◆ **What is expected**: When the line containing "function isFormula(word: string): boolean" appears in the entries below, begin printing there and stop after the line containing "two to five"; print each of those lines exactly and no other line.

Data extracts: Begin

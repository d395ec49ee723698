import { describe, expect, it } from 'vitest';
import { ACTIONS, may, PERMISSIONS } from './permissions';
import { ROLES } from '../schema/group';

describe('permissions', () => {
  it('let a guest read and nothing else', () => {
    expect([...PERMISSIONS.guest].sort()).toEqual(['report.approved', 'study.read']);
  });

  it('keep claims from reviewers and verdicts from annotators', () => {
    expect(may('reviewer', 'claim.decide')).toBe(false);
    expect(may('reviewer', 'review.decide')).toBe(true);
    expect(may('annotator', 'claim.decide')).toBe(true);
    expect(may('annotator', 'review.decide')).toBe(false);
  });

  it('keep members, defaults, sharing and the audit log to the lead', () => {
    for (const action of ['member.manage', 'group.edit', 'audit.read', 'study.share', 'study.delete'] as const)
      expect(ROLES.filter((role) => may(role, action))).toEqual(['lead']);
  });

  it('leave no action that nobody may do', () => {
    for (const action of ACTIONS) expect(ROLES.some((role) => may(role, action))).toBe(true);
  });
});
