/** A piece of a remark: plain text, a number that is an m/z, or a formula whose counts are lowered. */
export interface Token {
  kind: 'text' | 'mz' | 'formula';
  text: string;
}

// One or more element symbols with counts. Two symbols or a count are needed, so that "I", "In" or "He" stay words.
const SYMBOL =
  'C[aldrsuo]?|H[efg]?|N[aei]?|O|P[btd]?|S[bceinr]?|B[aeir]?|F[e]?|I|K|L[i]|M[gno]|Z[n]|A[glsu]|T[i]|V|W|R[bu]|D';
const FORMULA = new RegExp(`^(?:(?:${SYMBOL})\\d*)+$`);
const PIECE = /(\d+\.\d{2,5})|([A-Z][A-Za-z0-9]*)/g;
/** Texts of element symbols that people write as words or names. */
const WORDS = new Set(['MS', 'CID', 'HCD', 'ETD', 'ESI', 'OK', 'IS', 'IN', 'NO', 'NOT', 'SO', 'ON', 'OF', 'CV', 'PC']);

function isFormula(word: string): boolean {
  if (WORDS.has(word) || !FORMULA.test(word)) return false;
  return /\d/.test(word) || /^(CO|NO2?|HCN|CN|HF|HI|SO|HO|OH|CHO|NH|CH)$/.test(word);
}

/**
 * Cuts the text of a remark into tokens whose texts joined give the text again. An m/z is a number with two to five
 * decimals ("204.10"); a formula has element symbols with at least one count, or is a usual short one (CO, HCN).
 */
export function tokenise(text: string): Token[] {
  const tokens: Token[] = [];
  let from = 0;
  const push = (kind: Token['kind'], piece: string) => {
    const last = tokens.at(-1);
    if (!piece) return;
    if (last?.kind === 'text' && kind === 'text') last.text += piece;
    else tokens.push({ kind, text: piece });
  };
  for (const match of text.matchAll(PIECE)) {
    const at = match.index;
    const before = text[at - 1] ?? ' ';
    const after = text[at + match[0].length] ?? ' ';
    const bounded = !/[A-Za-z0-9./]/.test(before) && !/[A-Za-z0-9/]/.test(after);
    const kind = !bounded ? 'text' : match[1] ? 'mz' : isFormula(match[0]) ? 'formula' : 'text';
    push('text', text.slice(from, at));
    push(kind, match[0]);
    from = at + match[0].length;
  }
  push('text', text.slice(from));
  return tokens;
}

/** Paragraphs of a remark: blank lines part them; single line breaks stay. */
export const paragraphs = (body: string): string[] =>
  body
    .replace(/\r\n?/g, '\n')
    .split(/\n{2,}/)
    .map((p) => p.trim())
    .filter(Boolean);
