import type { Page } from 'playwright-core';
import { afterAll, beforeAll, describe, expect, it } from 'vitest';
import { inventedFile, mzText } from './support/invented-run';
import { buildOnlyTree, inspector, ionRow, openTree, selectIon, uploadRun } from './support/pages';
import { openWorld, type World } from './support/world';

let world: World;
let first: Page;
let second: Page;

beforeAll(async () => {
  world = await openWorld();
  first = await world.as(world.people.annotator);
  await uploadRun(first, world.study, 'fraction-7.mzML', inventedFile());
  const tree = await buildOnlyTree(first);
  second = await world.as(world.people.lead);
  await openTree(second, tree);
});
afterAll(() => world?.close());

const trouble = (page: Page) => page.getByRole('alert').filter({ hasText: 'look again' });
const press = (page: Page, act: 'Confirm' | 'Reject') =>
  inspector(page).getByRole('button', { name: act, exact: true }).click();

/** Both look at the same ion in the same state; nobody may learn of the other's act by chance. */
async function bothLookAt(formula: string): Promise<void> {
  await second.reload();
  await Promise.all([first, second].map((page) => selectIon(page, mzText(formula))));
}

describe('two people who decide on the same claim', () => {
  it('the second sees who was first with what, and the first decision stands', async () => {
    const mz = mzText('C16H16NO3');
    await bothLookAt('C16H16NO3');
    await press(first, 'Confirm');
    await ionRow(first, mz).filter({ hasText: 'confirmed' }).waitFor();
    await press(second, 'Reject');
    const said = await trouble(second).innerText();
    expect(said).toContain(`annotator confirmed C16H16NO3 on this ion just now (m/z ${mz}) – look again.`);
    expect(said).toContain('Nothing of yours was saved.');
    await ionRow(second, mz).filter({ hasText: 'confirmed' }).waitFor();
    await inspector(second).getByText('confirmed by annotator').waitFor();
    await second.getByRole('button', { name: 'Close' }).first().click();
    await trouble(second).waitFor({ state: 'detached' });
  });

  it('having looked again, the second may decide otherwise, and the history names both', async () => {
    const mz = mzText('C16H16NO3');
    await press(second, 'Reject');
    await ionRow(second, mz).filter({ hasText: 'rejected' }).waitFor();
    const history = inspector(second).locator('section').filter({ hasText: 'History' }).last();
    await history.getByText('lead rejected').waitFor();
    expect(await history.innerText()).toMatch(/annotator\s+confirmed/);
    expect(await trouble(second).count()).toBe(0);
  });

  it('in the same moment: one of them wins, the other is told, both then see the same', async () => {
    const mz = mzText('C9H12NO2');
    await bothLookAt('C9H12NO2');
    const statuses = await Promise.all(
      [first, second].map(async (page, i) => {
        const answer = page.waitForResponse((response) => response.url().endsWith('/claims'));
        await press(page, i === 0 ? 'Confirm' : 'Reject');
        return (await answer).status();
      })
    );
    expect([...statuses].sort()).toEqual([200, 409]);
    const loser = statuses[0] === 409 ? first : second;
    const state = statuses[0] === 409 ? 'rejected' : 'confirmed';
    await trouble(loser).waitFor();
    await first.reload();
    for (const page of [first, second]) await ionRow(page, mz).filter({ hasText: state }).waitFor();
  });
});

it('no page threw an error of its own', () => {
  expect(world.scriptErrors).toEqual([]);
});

Data extracts: End

◆ **Your solution**:
function isFormula(word: string): boolean {
  if (WORDS.has(word) || !FORMULA.test(word)) return false;
  return /\d/.test(word) || /^(CO|NO2?|HCN|CN|HF|HI|SO|HO|OH|CHO|NH|CH)$/.test(word);
}

/**
 * Cuts the text of a remark into tokens whose texts joined give the text again. An m/z is a number with two to five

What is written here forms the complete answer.